When analyzing data, data reduction refers to the process of reducing the quantity of data, by getting rid of interesting data, so that only the interesting data remains. Key techniques for reducing the amount of data are to:
- Delete insufficiently-rigorous analyses.
- Delete uninteresting analyses.
- Remove clutter.
- Merge similar things.
- Replace data with summary statistics.
- Change the scale.
- "Common sense".
These steps can be conducted in any different order, and often again and again in the course of an analysis
Why data reduction is useful
There are two useful analogies for understanding data reduction. This first comes from Michelangelo. When creating his great statue, David, he was asked by the pope of the day how he had created David, to which he replied "It's simple. I just remove everything that's not David." This is the same basic concept that needs to be used when performing analysis: keep deleting data that is not interesting to stakeholders, and you are left with the story in the data.
The second analogy is the idea that we throw away data with the goal of concentrating results, so they are stronger.
These two analogies emphasize the two ways that data reduction works:
- By reducing the quantity of data we make it easier to see the patterns.
- By changing the data, we make it easier to see patterns.
The next section discusses the first of the data reduction techniques: deleting insufficiently-rigorous results.
Delete insufficiently-rigorous results
Many analyses are not rigorous enough to be relied upon. Deleting such analyses is a good place to start when looking for ways to reduce data.
Often many analyses are purely exploratory in nature. For example, it is common to identify key pieces of data and then see how they relate to every other piece of data. As an example, in a study investigating the appeal for the iLock, the key question relates to how likely people were to say they would purchase the iLock (purchase intent), and exploratory tables were created showing the relationship between purchase intent and all the other data in the survey.
Such analyses are purely speculative in nature. There is no particular theory. Rather, you run the analyses just hoping that you may spot something useful.
With such exploratory analyses, the absence of any statistically significant findings is often sufficient grounds to conclude the result is not worth thinking further about. One of the outputs of this exploratory analysis is shown below. The table shows purchase intent by how long people took to complete the questionnaire. The absence of any arrows on this table indicates the differences are not statistically significant, telling us that there is no point in spending a second more in trying to extra meaning from the analysis. It can just be discarded without further consideration.
With more modern tools, it is practical to specify a large number of possible tables and have them automatically deleted based on statistical significance, without ever reading any of them.
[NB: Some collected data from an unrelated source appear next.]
def parse_profile(raw: dict[str, Any], *, source: str = "profile") -> Profile:
    """Validate a profile given as a plain dict (parsed TOML).

    Raises
    ------
    InputError
        Naming the key: unknown keys, missing required commands, bad values,
        placeholders a command may not use.
    """
    for key in raw:
        if key not in _TOP:
            raise InputError(f"unknown key {quote(key)}; expected {sorted(_TOP)}", source=source)
    name = raw.get("name")
    if not isinstance(name, str) or not name.strip():
        raise InputError("missing key 'name' (a non-empty string)", source=source)
    kind = raw.get("kind")
    if kind not in KINDS:
        raise InputError(f"kind = {quote(kind)}; expected one of {KINDS}", source=source)
    conn = _check_table(raw.get("connection", {}), _CONNECTION, "connection", source)
    data = _check_table(raw.get("data", {}), _DATA, "data", source)
    cmds = raw.get("commands")
    if cmds is None:
        raise InputError("missing table [commands]", source=source)
    allowed = COMMANDS[kind]
    cmds = _check_table(cmds, {k: str for k in allowed}, "commands", source)
    for key in REQUIRED[kind]:
        if not cmds.get(key):
            raise InputError(f"missing required key commands.{key} for a {kind} profile", source=source)
    for key, text in cmds.items():
        try:
            parts = [(f, spec, conv) for _, f, spec, conv in string.Formatter().parse(text)
                     if f is not None]
        except ValueError as e:
            raise InputError(f"commands.{key} = {text[:60]!r}: {e}", source=source) from None
        for f, spec, conv in parts:
            ok = ", ".join("{" + p + "}" for p in allowed[key]) or "none"
            if f not in allowed[key]:
                raise InputError(f"commands.{key} uses placeholder {{{f[:40]}}}; allowed: {ok}",
                                 source=source)
            if spec or conv:
                # benchfit writes every value itself (12 significant digits); a format spec such
                # as {start_hz:>999999999} would let a profile grow a command without bound
                fmt = (f"!{conv}" if conv else "") + (f":{spec}" if spec else "")
                raise InputError(f"commands.{key}: placeholder {{{f}{fmt[:40]}}} has a format; "
                                 f"write it plain, {{{f}}} (benchfit formats the value)",
                                 source=source)
    encoding = data.get("encoding", "ascii")
    if encoding not in ENCODINGS:
        raise InputError(f"data.encoding = {quote(encoding)}; expected one of {list(ENCODINGS)}", source=source)
    byte_order = data.get("byte_order", "big")
    if byte_order not in BYTE_ORDERS:
        raise InputError(f"data.byte_order = {quote(byte_order)}; expected one of {list(BYTE_ORDERS)}",
                         source=source)
    form = data.get("response_form", "re_im")
    if form not in RESPONSE_FORMS:
        raise InputError(f"data.response_form = {quote(form)}; expected one of {list(RESPONSE_FORMS)}",
                         source=source)
    if kind == "scope" and encoding.startswith("int") and not cmds.get("volts_per_code"):
        raise InputError(f"data.encoding = {quote(encoding)} sends ADC codes: the profile needs "
                         "commands.volts_per_code (and volts_at_code_zero when the zero is offset) "
                         "to turn them into volts", source=source)
    if kind == "analyzer" and encoding.startswith("int"):
        raise InputError(f"data.encoding = {quote(encoding)}: an analyzer profile needs ascii, real32 "
                         "or real64", source=source)
    fmt_key = f"format_{encoding}"
    if fmt_key not in cmds and encoding != "ascii":
        raise InputError(f"missing key commands.{fmt_key} (data.encoding is {quote(encoding)})", source=source)
    timeout = conn.get("timeout_s", 10.0)
    if not 0 < timeout <= 3600:
        raise InputError(f"connection.timeout_s = {timeout}: expected 0 < value <= 3600", source=source)
    complete = conn.get("complete_timeout_s")
    if complete is not None and not 0 < complete <= 86400:
        raise InputError(f"connection.complete_timeout_s = {complete}: expected 0 < value <= 86400",
                         source=source)
    retries = conn.get("retries", 2)
    if not 0 <= retries <= 20:
        raise InputError(f"connection.retries = {retries}: expected 0..20", source=source)
    return Profile(name=name.strip(), kind=kind, commands=dict(cmds),
                   description=str(raw.get("description", "")),
                   write_termination=conn.get("write_termination", "\n"),
                   read_termination=conn.get("read_termination", "\n"),
                   timeout_s=timeout, complete_timeout_s=complete, retries=retries,
                   reset_on_start=conn.get("reset_on_start", False),
                   encoding=encoding, byte_order=byte_order, response_form=form, source=source)


def load_profile_file(path: str | os.PathLike) -> Profile:
    """Read and validate one TOML profile file."""
    p = Path(path)
    try:
        raw = tomllib.loads(p.read_text(encoding="utf-8"))
    except FileNotFoundError:
        raise InputError("profile file not found", source=str(path)) from None
    except (OSError, UnicodeDecodeError) as e:
        raise InputError(f"cannot read profile: {e}", source=str(path)) from None
    except tomllib.TOMLDecodeError as e:
        raise InputError(f"not valid TOML ({cut(str(e))})", source=str(path)) from None
    except (ValueError, RecursionError) as e:  # an integer of thousands of digits, deep nesting
        raise InputError(f"cannot read profile: {cut(str(e))}", source=str(path)) from None
    return parse_profile(raw, source=str(path))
Thinking through causality
Significance testing is ultimately making a conclusion about causality - what causes what. The conclusion is that sampling error - the noise caused by the random selection of data - is the most likely explanation for the patterns in the data, rather than there being a more interesting explanation. We conduct significance tests because if the pattern is caused by sampling error, it means that the pattern is not very interesting. There are, sadly, many other interesting causes of the pattern as well. For example, patterns may reflect response biases - the different ways that people like to answer questions - rather than reflecting important differences in consumer behavior.
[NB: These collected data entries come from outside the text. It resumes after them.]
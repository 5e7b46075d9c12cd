# Two commands on a fresh machine: `make demo` and `make test`.
PYTHON ?= python3
VENV ?= .venv
BIN := $(VENV)/bin

.PHONY: demo test fuzz bench install install-test lint clean

$(BIN)/python:
	$(PYTHON) -m venv $(VENV)
	$(BIN)/python -m pip install --quiet --upgrade pip

# Stamps re-run the install whenever pyproject.toml changes.
$(VENV)/.installed: pyproject.toml | $(BIN)/python
	$(BIN)/python -m pip install --quiet -e .
	touch $@

$(VENV)/.installed-test: pyproject.toml | $(BIN)/python
	$(BIN)/python -m pip install --quiet -e '.[test]'
	touch $@ $(VENV)/.installed

install: $(VENV)/.installed
install-test: $(VENV)/.installed-test

demo: install
	$(BIN)/benchfit demo

test: install-test
	$(BIN)/python -m pytest

fuzz: install-test
	HYPOTHESIS_PROFILE=fuzz $(BIN)/python -m pytest tests -m fuzz -p no:cacheprovider

bench: install-test
	for f in benchmarks/*.py; do echo "== $$f"; OPENBLAS_NUM_THREADS=1 OMP_NUM_THREADS=1 $(BIN)/python $$f || exit 1; done

lint: install-test
	$(BIN)/python -m pip install --quiet ruff
	$(BIN)/ruff check benchfit tests

clean:
	rm -rf $(VENV) build *.egg-info .pytest_cache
We can check the rigor of an analysis by a series of common-sense checks: assessing it feels likely to be true, is consistent with other data and theories, can is not consistent with alternative plausible explanations.
For more information, see Using Common Sense to Test Conclusions.
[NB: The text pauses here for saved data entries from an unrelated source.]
typedef struct {
  size_t runs;
  size_t runs_not_bit_exact;   /* out differed from in */
  size_t runs_mxcsr_changed;   /* the host's float mode was not restored */
  size_t runs_notify_overflow; /* notify claimed more than its capacity */
  size_t runs_control_overflow;
  size_t notify_events;
  double *run_seconds; /* per run, when not NULL */
  /* The host's worker, for hosts that have one. */
  unsigned long work_calls;
  unsigned long work_on_run_thread;
  unsigned long work_refused;
  /* Rows in the log after the last run(), before deactivate: written by
     the host's worker or the plugin's thread, not by deactivate. */
  size_t rows_before_deactivate;
} take_result;

/* The suite's shared state, made by the group setup. */
static struct {
  const LV2_Descriptor *descriptor;
  const LV2_Worker_Interface *worker_interface;
  void *library;
  char bundle[PATH_MAX];
  char folder[PATH_MAX];
  host_uris uris;
  float *take;
  size_t take_frames;
  float *denormal_take;
  size_t denormal_frames;
  char *logs[HOST_KINDS][5]; /* each host's and block size's notes.csv */
} suite;

static size_t block_sizes[5] = {1, 7, 64, 1000, 4096};

/* The defaults of ttl/plumb.ttl, so that run() sees real values. */
static void set_control_defaults(float controls[PORT_COUNT]) {
  controls[PORT_REFERENCE] = 440.0f;
  controls[PORT_TOLERANCE] = 10.0f;
  controls[PORT_TEMPERAMENT] = 0.0f;
  controls[PORT_TONIC] = 0.0f;
  controls[PORT_LOWEST] = 28.0f;
  controls[PORT_HIGHEST] = 96.0f;
  controls[PORT_MIN_NOTE] = 80.0f;
  controls[PORT_LOGGING] = 1.0f;
}

/* connect_port is of the audio threading class too, so it is counted. */
static void connect_every_port(plugin_host *host) {
  LV2_Handle instance = host->instance;
  inside_run = true;
  host->descriptor->connect_port(instance, PORT_IN, host->in);
  host->descriptor->connect_port(instance, PORT_OUT, host->out);
  host->descriptor->connect_port(instance, PORT_CONTROL, &host->control);
  host->descriptor->connect_port(instance, PORT_NOTIFY, &host->notify);
  for (uint32_t port = PORT_NOTIFY + 1; port < PORT_COUNT; ++port) {
    host->descriptor->connect_port(instance, port, &host->controls[port]);
  }
  inside_run = false;
}

static bool write_control(plugin_host *host, const take_plan *plan,
                          size_t begin, size_t frames) {
  LV2_Atom_Forge *forge = &host->forge;
  LV2_Atom_Forge_Frame sequence;
  lv2_atom_forge_set_buffer(forge, host->control.bytes, sizeof host->control);
  bool fits = lv2_atom_forge_sequence_head(forge, &sequence, 0) != 0;
  for (size_t i = 0; i < plan->count && fits; ++i) {
    const take_event *event = &plan->events[i];
    if (event->frame >= begin && event->frame < begin + frames) {
      int64_t offset = (int64_t)(event->frame - begin);
      fits = lv2_atom_forge_frame_time(forge, offset) &&
             forge_event(forge, &suite.uris, plan, event);
    }
  }
  if (fits) {
    lv2_atom_forge_pop(forge, &sequence);
  }
  return fits;
}

/* As lilv and jalv do: an empty Chunk whose size is the space there is. */
static void reset_notify(plugin_host *host) {
  host->notify.sequence.atom.type = suite.uris.atom_Chunk;
  host->notify.sequence.atom.size = ATOM_BUFFER_BYTES - sizeof(LV2_Atom);
}

static size_t count_notify_events(const plugin_host *host, bool *overflow) {
  const LV2_Atom_Sequence *sequence = &host->notify.sequence;
  *overflow = sequence->atom.size > ATOM_BUFFER_BYTES - sizeof(LV2_Atom);
  if (*overflow || sequence->atom.type == suite.uris.atom_Chunk) {
    return 0;
  }
  size_t events = 0;
  LV2_ATOM_SEQUENCE_FOREACH(sequence, event) { ++events; }
  return events;
}

static unsigned int read_mxcsr(void) {
#if defined(__SSE__)
  return _mm_getcsr();
#else
  return 0;
#endif
}

static double monotonic_s(void) {
  struct timespec now;
  clock_gettime(CLOCK_MONOTONIC, &now);
  return (double)now.tv_sec + 1e-9 * (double)now.tv_nsec;
}

/* One run() of `frames` frames from take[begin]; everything the host
   prepares happens before the flag is set, every check after. */
static void run_block(plugin_host *host, const take_plan *plan,
                      const float *take, size_t begin, size_t frames,
                      take_result *result) {
  memcpy(host->in, take + begin, frames * sizeof(float));
  memset(host->out, 0x5a, sizeof host->out); /* not a copy of anything */
  if (plan->tolerance_change_frame != NO_FRAME &&
      begin >= plan->tolerance_change_frame) {
    host->controls[PORT_TOLERANCE] = 15.0f;
  }
  result->runs_control_overflow += !write_control(host, plan, begin, frames);
  reset_notify(host);
  unsigned int mxcsr_before = read_mxcsr();
  double start_s = result->run_seconds ? monotonic_s() : 0.0;
  inside_run = true;
  host->descriptor->run(host->instance, (uint32_t)frames);
  if (host->worker.kind != HOST_NO_WORKER) {
    worker_end_of_run(&host->worker); /* audio class too: counted */
  }
  inside_run = false;
  if (result->run_seconds) {
    result->run_seconds[result->runs] = monotonic_s() - start_s;
  }
  result->runs_mxcsr_changed += read_mxcsr() != mxcsr_before;
  result->runs_not_bit_exact +=
      memcmp(host->out, host->in, frames * sizeof(float)) != 0;
  bool overflow = false;
  result->notify_events += count_notify_events(host, &overflow);
  result->runs_notify_overflow += overflow;
  result->runs++;
}

static char *read_log(const char *label);
static size_t count_rows(const char *text);

/* The rows of the take's log once the writer has caught up: at once for
   a synchronous worker, after the worker thread is idle, or within 2 s
   for the plugin's own thread (it writes every 20 ms). */
static size_t rows_written_so_far(plugin_host *host, const char *label,
                                  size_t wanted) {
  worker_wait_idle(&host->worker);
  const struct timespec pause = {0, 5000000L};
  size_t rows = 0;
  for (int tries = 0; tries < 400; ++tries) {
    char *log = read_log(label);
    rows = log ? count_rows(log) : 0;
    free(log);
    if (rows >= wanted || host->worker.kind != HOST_NO_WORKER) {
      break;
    }
    nanosleep(&pause, NULL);
  }
  return rows;
}

static void copy_worker_counts(const host_worker *worker,
                               take_result *result) {
  result->work_calls = atomic_load(&worker->work_calls);
  result->work_on_run_thread = atomic_load(&worker->work_on_run_thread);
  result->work_refused = atomic_load(&worker->work_refused);
}

/* A whole take through one instance in a host of `kind`: instantiate,
   connect, activate, run block by block, deactivate (a worker thread
   still running), stop the worker, cleanup. Counts only inside run()
   and connect_port(). Returns false when the plugin would not
   instantiate. */
static bool drive_take_in(host_kind kind, const float *take, size_t n,
                          size_t block_frames, const take_plan *plan,
                          take_result *result) {
  plugin_host *host = calloc(1, sizeof *host);
  host_features features;
  if (!host) {
    return false;
  }
  build_features(&features, &suite.uris, (uint32_t)block_frames);
  worker_init(&host->worker, kind, suite.worker_interface);
  if (kind != HOST_NO_WORKER) {
    add_schedule_feature(&features, &host->worker.schedule);
  }
  host->descriptor = suite.descriptor;
  host->instance = suite.descriptor->instantiate(
      suite.descriptor, SAMPLE_RATE_HZ, suite.bundle, features.list);
  if (!host->instance || !worker_start(&host->worker, host->instance)) {
    if (host->instance) {
      suite.descriptor->cleanup(host->instance);
    }
    free(host);
    return false;
  }
  lv2_atom_forge_init(&host->forge, &features.map);
  set_control_defaults(host->controls);
  counting_reset();
  connect_every_port(host);
  suite.descriptor->activate(host->instance);
  for (size_t begin = 0; begin < n; begin += block_frames) {
    size_t frames = n - begin < block_frames ? n - begin : block_frames;
    run_block(host, plan, take, begin, frames, result);
  }
  if (plan->label) {
    result->rows_before_deactivate =
        rows_written_so_far(host, plan->label, plan->rows_wanted);
  }
  suite.descriptor->deactivate(host->instance);
  worker_stop(&host->worker);
  copy_worker_counts(&host->worker, result);
  suite.descriptor->cleanup(host->instance);
  free(host);
  return true;
}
Delete uninteresting analyses
The table below shows purchase intent by gender. The significance tests indicate that the females were more likely to say I would definitely not buy it than the males.
If performing an exploratory analysis, we would look at this output and conclude that it is just not interesting. A difference in the I would definitely buy score or the top 2 box score (I would definitely buy it + I would probably buy it) would be interesting, as then there are implications in terms of which genders should be targeted. But, knowing that females were a bit more likely to say I would probably not buy it and a bit less likely to say I would definitely not buy it (as appears to be the case), is just not interesting. The appropriate next step is to discard the analysis and look at something else.
In the early days of data analysis, it routinely took days or even weeks for analyses to be run, due to both the slowness of the computers and the backlog of work by the small number of people that could run the software. This slowness meant that it became normal to request analyses that contained lots of different views of the data, as you wanted to make sure that you did not have to ask for further analyses. The result was that most market researchers would request tables showing Column %, Row %, and counts (referred to as n in some software). An example is shown below.
We can improve on this table by removing the clutter:
- Getting rid of the row %
- Replacing the count statistic in every cell with a column sample size
- Removing the first column, as it contains no data
- Removing the redundant % sign next to each table
- Use lighter background colors, so that the row and column color doesn't distract us from the data.
The resulting table is shown below. Is it perfect? No. But, it is a substantial improvement in terms of data reduction. The table above contains 144 numbers and 145 percentage (%) signs. The table below contains 49 numbers and 1 percentage sign. That's a substantial reduction in data without any loss in information.
The concept of removing clutter is a very general one, which finds application throughout data analysis and presentation, such as the recommendation to remove all clip art (chart junk) from visualizations and to use presentations with plain white backgrounds.
Combine similar things
Merging similar things is another way of reducing the amount of data. Consider the table above. The data in the first two columns tell broadly the same story. Similarly, the results in the 25 to 44 years and 45 to 54 years are also broadly similar. While there are some larger differences between the last two categories, in terms of their core implication, they are the same (older people are unlikely to buy the iLock). Consequently, we can substantially reduce the amount of data by merging these columns, as shown in the table below.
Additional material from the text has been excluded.